I posted the following on another forum earlier this week which is purely for Hodgkin’s but thought I would share it here as it sums up my emotions perfectly at the moment so sorry if you’ve already seen it. 

Really enjoyed what will probably be my last run for a while this morning as later this week (6th) I will be admitted to Plymouth hospital for my Allo stem cell transplant in the hope that we can finally get on top of this horrible disease. I’m really going to miss it and not just the fitness aspect but also the social side and especially the many wonderful friends I’ve made who have supported me in my battle over the past year or two.
It’s hard to believe that not the long ago I was diagnosed with the relatively rare blood cancer, Hodgkin’s Lymphoma but can remember the consultant telling me it was very treatable with a cure rate at nearly 90% but yet here I am nearly two years and 6 failed treatments later literally still fighting for my life but yet still feeling truly blessed to have so many wonderful people in my life, the ones that have kept me believing throughout all this, my amazing family & wonderful friends.
Thursday I start my conditioning chemo before I receive my completely new stem cell and immune system from my donor in Germany who has kindly agreed to do this. The cells are a 9/10 match which isn’t perfect so I’m fully aware it comes with increased and life threatening risks but I will be forever grateful to this person for potentially saving my life and giving me a chance.
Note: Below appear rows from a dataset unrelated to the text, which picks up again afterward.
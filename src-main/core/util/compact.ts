/**
 * Drops the keys whose value is undefined. zod's output types say `x?: T | undefined`, while our option
 * types (under exactOptionalPropertyTypes) say `x?: T`: a key is either absent or has a value.
 */
export function compact<T extends object>(o: T): { [K in keyof T]?: Exclude<T[K], undefined> } {
  const out: Record<string, unknown> = {};
  for (const [k, v] of Object.entries(o)) if (v !== undefined) out[k] = v;
  return out as { [K in keyof T]?: Exclude<T[K], undefined> };
}
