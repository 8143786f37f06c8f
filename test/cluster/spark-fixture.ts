/**
 * Model folders in Spark's `ALSModel.save` layout, written at run time by DuckDB (an independent Parquet
 * implementation, never our own writer) plus the metadata line as Spark writes it.
 *
 * Spark's source (apache/spark):
 * - ml/recommendation/ALS.scala, `ALSModelWriter.saveImpl`:
 *     val extraMetadata = "rank" -> instance.rank
 *     DefaultParamsWriter.saveMetadata(instance, path, sparkSession, Some(extraMetadata))
 *     instance.userFactors.write.format("parquet").save(userPath)   // userPath = path/userFactors
 *     instance.itemFactors.write.format("parquet").save(itemPath)   // itemPath = path/itemFactors
 *   and `userFactors.toDF("id", "features")` from `FeatureData(id: Int, features: Array[Float])`.
 * - ml/util/ReadWrite.scala, `getMetadataToSave`:
 *     ("class" -> cls) ~ ("timestamp" -> System.currentTimeMillis()) ~ ("sparkVersion" -> sc.version) ~
 *     ("uid" -> uid) ~ ("paramMap" -> jsonParams) ~ ("defaultParamMap" -> jsonDefaultParams)
 *   written by `saveAsTextFile(metadataPath)`: metadata/part-00000 and metadata/_SUCCESS.
 * Part files are named as Spark's writer names them (part-00000-<job uuid>-c000.snappy.parquet).
 */
import fs from 'node:fs';
import path from 'node:path';
import { DuckDBInstance, type DuckDBConnection } from '@duckdb/node-api';

let shared: Promise<DuckDBConnection> | null = null;
export function duck(): Promise<DuckDBConnection> {
  shared ??= DuckDBInstance.create(':memory:').then((d) => d.connect());
  return shared;
}

/** Spark's metadata line for an implicit ALS fit (the paramMap keys are ALS's own Param names). */
export function sparkMetadata(o: { rank: number; className?: string; implicitPrefs?: boolean; regParam?: number; alpha?: number }): string {
  return JSON.stringify({
    class: o.className ?? 'org.apache.spark.ml.recommendation.ALSModel',
    timestamp: 1764806400000,
    sparkVersion: '3.5.1',
    uid: 'ALS_5e1f2c3d4b6a',
    paramMap: { implicitPrefs: o.implicitPrefs ?? true, rank: o.rank, regParam: o.regParam ?? 0.05, alpha: o.alpha ?? 2, maxIter: 10, userCol: 'customer', itemCol: 'item', ratingCol: 'rating' },
    defaultParamMap: { blockSize: 4096, coldStartStrategy: 'nan', predictionCol: 'prediction', nonnegative: false, checkpointInterval: 10, seed: -1517157561 },
    rank: o.rank,
  });
}

/**
 * A factor value both DuckDB and the test can compute: ((id·7 + f·3) mod 11 − 5) / 10, f = 0..rank−1.
 * `bad` rows replace their factors with the SQL expression given (NaN, a short list...).
 */
export const factorValue = (id: number, f: number): number => Math.fround((((id * 7 + f * 3) % 11) - 5) / 10);

export interface SideSpec {
  /** Ids written, in file order. */
  ids: number[];
  rank: number;
  /** id → SQL list expression replacing that row's features (for refusals). */
  bad?: Record<number, string>;
  /** Split into this many part files. */
  parts?: number;
  /** Parquet compression (default snappy, Spark's). */
  compression?: string;
}

export async function writeSide(dir: string, s: SideSpec): Promise<void> {
  fs.mkdirSync(dir, { recursive: true });
  const c = await duck();
  const parts = s.parts ?? 1;
  const per = Math.ceil(s.ids.length / parts);
  for (let p = 0; p < parts; p++) {
    const ids = s.ids.slice(p * per, (p + 1) * per);
    if (ids.length === 0) continue;
    const cases = Object.entries(s.bad ?? {}).map(([id, expr]) => `WHEN id = ${id} THEN ${expr}`).join(' ');
    const features = `list_transform(range(${s.rank}), f -> ((((id * 7 + f * 3) % 11) - 5) / 10)::FLOAT)`;
    const file = path.join(dir, `part-${String(p).padStart(5, '0')}-6f1c0f3e-2b4d-4e8a-9c1a-3d5e7f9a1b2c-c000.snappy.parquet`);
    await c.run(
      `COPY (SELECT id::INTEGER AS id, ${cases ? `CASE ${cases} ELSE ${features} END` : features} AS features
             FROM unnest([${ids.join(',')}]::BIGINT[]) AS t(id))
       TO '${file}' (FORMAT parquet, COMPRESSION ${s.compression ?? 'snappy'})`,
    );
  }
  fs.writeFileSync(path.join(dir, '_SUCCESS'), '');
}

export async function writeSparkModelDir(
  dir: string,
  o: { rank: number; users: SideSpec; items: SideSpec; metadata?: string },
): Promise<void> {
  fs.mkdirSync(path.join(dir, 'metadata'), { recursive: true });
  fs.writeFileSync(path.join(dir, 'metadata', 'part-00000'), `${o.metadata ?? sparkMetadata({ rank: o.rank })}\n`);
  fs.writeFileSync(path.join(dir, 'metadata', '_SUCCESS'), '');
  await writeSide(path.join(dir, 'userFactors'), o.users);
  await writeSide(path.join(dir, 'itemFactors'), o.items);
}

export const range = (n: number): number[] => Array.from({ length: n }, (_, i) => i);
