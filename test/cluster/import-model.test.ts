/**
 * `import model`: Spark ALSModel folders written by DuckDB (test/cluster/spark-fixture.ts) become the
 * workspace's iALS model, scored as Spark scores them (the dot product of ALSModel's `predict` udf), and
 * bad folders are refused with the file and row named and nothing written.
 */
import fs from 'node:fs';
import os from 'node:os';
import path from 'node:path';
import { afterAll, beforeAll, describe, expect, it } from 'vitest';
import { InputError } from '../../src-main/core/errors.ts';
import { buildInteractionMatrix } from '../../src-main/core/matrix/build.ts';
import { loadIals } from '../../src-main/core/models/ials.ts';
import { exportSignals } from '../../src-main/services/cluster/export-signals.ts';
import { importModel } from '../../src-main/services/cluster/import-model.ts';
import { forgetCustomer } from '../../src-main/services/forget.ts';
import { loadDataset } from '../../src-main/store/dataset.ts';
import { ModelRepo, modelStatus } from '../../src-main/store/models.ts';
import { smallWorkspace } from '../store/models-fixture.ts';
import { duck, factorValue, range, sparkMetadata, writeSparkModelDir } from './spark-fixture.ts';

const ws = smallWorkspace({ items: 30, customers: 60, seed: 3 });
const root = fs.mkdtempSync(path.join(os.tmpdir(), 'shelfwright-cluster-'));
const exportDir = path.join(root, 'export');
afterAll(() => {
  ws.db.close();
  fs.rmSync(ws.dir, { recursive: true, force: true });
  fs.rmSync(root, { recursive: true, force: true });
});
beforeAll(() => {
  exportSignals(ws.db, exportDir);
});

const RANK = 8;
let n = 0;
const modelDir = () => path.join(exportDir, `model-${++n}`);
const good = { rank: RANK, users: { ids: range(60), rank: RANK, parts: 2 }, items: { ids: range(30).reverse(), rank: RANK } };
const iAlsRows = () => new ModelRepo(ws.db).list().filter((m) => m.kind === 'ials').map((m) => m.id);

/** The refusal of importing `dir`, checking that no model was written. */
async function refusal(dir: string): Promise<InputError> {
  const before = iAlsRows();
  const e = await importModel(ws.db, dir).then(
    () => null,
    (x: unknown) => x,
  );
  expect(e).toBeInstanceOf(InputError);
  expect(iAlsRows()).toEqual(before);
  return e as InputError;
}

describe('export signals', () => {
  it('writes the interaction matrix and id maps as Parquet that DuckDB reads with Spark-friendly types', async () => {
    const m = buildInteractionMatrix(loadDataset(ws.db));
    const c = await duck();
    const rows = (await c.runAndReadAll(`SELECT count(*)::INTEGER, sum(rating)::DOUBLE, max(customer), max(item) FROM read_parquet('${exportDir}/signals/*.parquet')`)).getRows()[0]!;
    const total = Array.from(m.data).reduce((s, v) => s + v, 0);
    expect(rows[0]).toBe(m.indptr[m.rows]);
    expect(rows[1] as number).toBeCloseTo(total, 3);
    const types = (await c.runAndReadAll(`DESCRIBE SELECT * FROM read_parquet('${exportDir}/signals/*.parquet')`)).getRows().map((r) => `${r[0]}:${r[1]}`);
    // Spark's ALS casts ids to Int and ratings to Float (ALS.scala `checkIntegers`, `.cast(FloatType)`).
    expect(types).toEqual(['customer:INTEGER', 'item:INTEGER', 'rating:FLOAT']);
    const idMap = (await c.runAndReadAll(`SELECT index, id FROM read_parquet('${exportDir}/items/*.parquet') ORDER BY index LIMIT 2`)).getRows();
    expect(idMap).toEqual([[0, 'it-1'], [1, 'it-2']]);
  });

  it('applies the optional time decay as training does, and records it for the import', async () => {
    const out = path.join(root, 'decayed');
    const r = exportSignals(ws.db, out, { halfLifeDays: 3 });
    expect(r.manifest.halfLifeDays).toBe(3);
    const m = buildInteractionMatrix(loadDataset(ws.db), { halfLifeDays: 3 });
    const c = await duck();
    const [count, sum] = (await c.runAndReadAll(`SELECT count(*)::INTEGER, sum(rating)::DOUBLE FROM read_parquet('${out}/signals/*.parquet')`)).getRows()[0]!;
    expect(count).toBe(m.indptr[m.rows]);
    expect(sum as number).toBeCloseTo(Array.from(m.data).reduce((a, v) => a + v, 0), 3);
    // Decay only lowers weights: the decayed total is below the undecayed one (2^(-age/3) < 1 for older signals).
    const plain = buildInteractionMatrix(loadDataset(ws.db));
    expect(sum as number).toBeLessThan(Array.from(plain.data).reduce((a, v) => a + v, 0));
  });

  it('refuses a folder that already holds files', () => {
    expect(() => exportSignals(ws.db, exportDir)).toThrow(/the folder is not empty/);
  });
});

describe('import model', () => {
  it('stores a model DuckDB wrote in Spark\'s layout and scores each customer as the dot product DuckDB computes', async () => {
    const dir = modelDir();
    await writeSparkModelDir(dir, good);
    const report = await importModel(ws.db, dir);
    expect(report.stale).toBe(false);
    expect(report.origin).toMatchObject({ source: 'cluster', rank: RANK, sparkVersion: '3.5.1', regParam: 0.05, alpha: 2, maxIter: 10 });
    expect(report.notes[0]).toMatch(/^trained on a cluster \(Spark 3\.5\.1 ALS\), imported \d{4}-\d\d-\d\d, rank 8$/);
    const stored = new ModelRepo(ws.db).loadCurrent('ials')!;
    expect(stored.report.origin?.rank).toBe(RANK);
    const model = loadIals(stored.bytes);
    expect(model.params).toMatchObject({ factors: RANK, alpha: 2, scaling: 'linear', regularization: 0.05, regularizationScaling: 'signals' });
    // Spark's prediction is featuresA · featuresB (ALSModel `predict` udf); DuckDB computes it from its own files.
    const c = await duck();
    const spark = (
      await c.runAndReadAll(
        `SELECT u.id, i.id, list_dot_product(u.features, i.features)::DOUBLE
         FROM read_parquet('${dir}/userFactors/*.parquet') u, read_parquet('${dir}/itemFactors/*.parquet') i
         WHERE u.id IN (0, 17, 59)`,
      )
    ).getRows() as [number, number, number][];
    const ds = loadDataset(ws.db);
    const history = buildInteractionMatrix(ds);
    const out = new Float32Array(model.itemCount);
    for (const [u, i, score] of spark) {
      model.scoreInto(u, history, out); // exported index u is workspace customer u: nothing changed since the export
      expect(out[i]!).toBeCloseTo(score, 5);
    }
    expect(factorValue(3, 2)).toBe(model.itemFactors[3 * RANK + 2]);
  });

  it('reads the model as stale once the workspace\'s data moves on', async () => {
    const dir = modelDir();
    await writeSparkModelDir(dir, good);
    await importModel(ws.db, dir);
    expect(modelStatus(ws.db).find((m) => m.kind === 'ials')!.stale).toBe(false);
    ws.db.prepare("UPDATE signal SET value = 2 WHERE id = (SELECT min(id) FROM signal)").run();
    expect(modelStatus(ws.db).find((m) => m.kind === 'ials')!.stale).toBe(true);
    ws.db.prepare("UPDATE signal SET value = 1 WHERE id = (SELECT min(id) FROM signal)").run();
  });

  it('refuses a row whose length is not the rank, naming the file and row', async () => {
    const dir = modelDir();
    await writeSparkModelDir(dir, { ...good, items: { ids: range(30), rank: RANK, bad: { 4: '[0.1, 0.2, 0.3]::FLOAT[]' } } });
    const e = await refusal(dir);
    expect(e.message).toBe("row 5: id 4 has 3 factors, the model's rank is 8");
    expect(e.where.file).toMatch(/itemFactors\/part-00000-.*\.snappy\.parquet$/);
    expect(e.where.line).toBe(5);
  });

  it('refuses ids the id map does not know', async () => {
    const dir = modelDir();
    await writeSparkModelDir(dir, { ...good, users: { ids: [...range(60), 60], rank: RANK } });
    const e = await refusal(dir);
    expect(e.message).toBe('row 61: id 60 is not in the id map (it knows ids 0 to 59): was this model fitted on another export?');
    expect(e.where.file).toMatch(/userFactors\/part-00000-/);
  });

  it('refuses NaN and infinite factors', async () => {
    const dir = modelDir();
    await writeSparkModelDir(dir, { ...good, items: { ids: range(30), rank: RANK, bad: { 2: "[1, 1, 1, 'NaN'::FLOAT, 1, 1, 1, 1]::FLOAT[]" } } });
    expect((await refusal(dir)).message).toBe('row 3: id 2 has a factor that is NaN (position 4): the model diverged; fit it again');
    const dir2 = modelDir();
    await writeSparkModelDir(dir2, { ...good, items: { ids: range(30), rank: RANK, bad: { 0: "[1, 1, 1, 1, 1, 1, 1, 'inf'::FLOAT]::FLOAT[]" } } });
    expect((await refusal(dir2)).message).toBe('row 1: id 0 has a factor that is Infinity (position 8): the model diverged; fit it again');
  });

  it('refuses a model of another kind and an explicit-feedback fit', async () => {
    const dir = modelDir();
    await writeSparkModelDir(dir, { ...good, metadata: sparkMetadata({ rank: RANK, className: 'org.apache.spark.ml.classification.LogisticRegressionModel' }) });
    const e = await refusal(dir);
    expect(e.message).toBe(
      'a model of another kind: the metadata says class org.apache.spark.ml.classification.LogisticRegressionModel; only org.apache.spark.ml.recommendation.ALSModel (Spark\'s ALS) can be imported',
    );
    expect(e.where.file).toBe(path.join(dir, 'metadata', 'part-00000'));
    const dir2 = modelDir();
    await writeSparkModelDir(dir2, { ...good, metadata: sparkMetadata({ rank: RANK, implicitPrefs: false }) });
    expect((await refusal(dir2)).message).toMatch(/^the model was fitted with implicitPrefs=false/);
  });

  it('refuses part files in a compression it cannot read, naming the codec', async () => {
    const dir = modelDir();
    await writeSparkModelDir(dir, { ...good, items: { ids: range(30), rank: RANK, compression: 'zstd' } });
    const e = await refusal(dir);
    expect(e.message).toBe("column id is compressed with ZSTD, which this reader does not decode: save with Spark's default, snappy (spark.sql.parquet.compression.codec=snappy)");
    expect(e.where.file).toMatch(/itemFactors\/part-00000-/);
  });

  it('refuses a folder that is not a saved model', async () => {
    const e = await refusal(path.join(exportDir, 'signals'));
    expect(e.message).toBe('not a saved Spark model: it has no metadata/ folder (ALSModel.save writes metadata/, userFactors/ and itemFactors/)');
    expect((await refusal(path.join(exportDir, 'nowhere'))).message).toBe('no such folder');
  });

  it('refuses a model fitted on signals exported before a customer was erased', async () => {
    const dir = modelDir();
    await writeSparkModelDir(dir, good);
    await importModel(ws.db, dir);
    const report = forgetCustomer(ws.db, 'cu-9');
    expect(report.modelsDeleted).toContain('ials'); // the imported factors had a row for cu-9
    expect(new ModelRepo(ws.db).loadCurrent('ials')).toBeUndefined();
    const e = await refusal(dir);
    expect(e.message).toMatch(/^a customer was erased \(forget\) after these signals were exported/);
  });
});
I’m not going to lie and act all brave so I will just be honest and tell you how scared I am. I’m scared I won’t be there to watch my daughter Jaime graduate university and get her dream job as a nurse or walk her down the aisle, I’m scared I won’t be there to watch Oliver my eldest boy become a mechanic, pass his driving test or take him for a pint, I’m scared I won’t be there to watch Charlie my 8 year old become an aircraft engineer or even better score the winning goal for Leeds Utd in the Champions League final. I’m scared I won’t be able to grow old with Marissa, the woman I love with all my heart and the fantastic mother of our three children but mostly importantly I’m scared I won’t be there to tell them all just how much I love them and how proud I am of them all. The past 2 years have been horrible for me but it’s even harder on these four and especially the children. This should be the happiest and most care free times of their lives but it’s not and even though it’s not my fault, I am responsible and that really upsets me.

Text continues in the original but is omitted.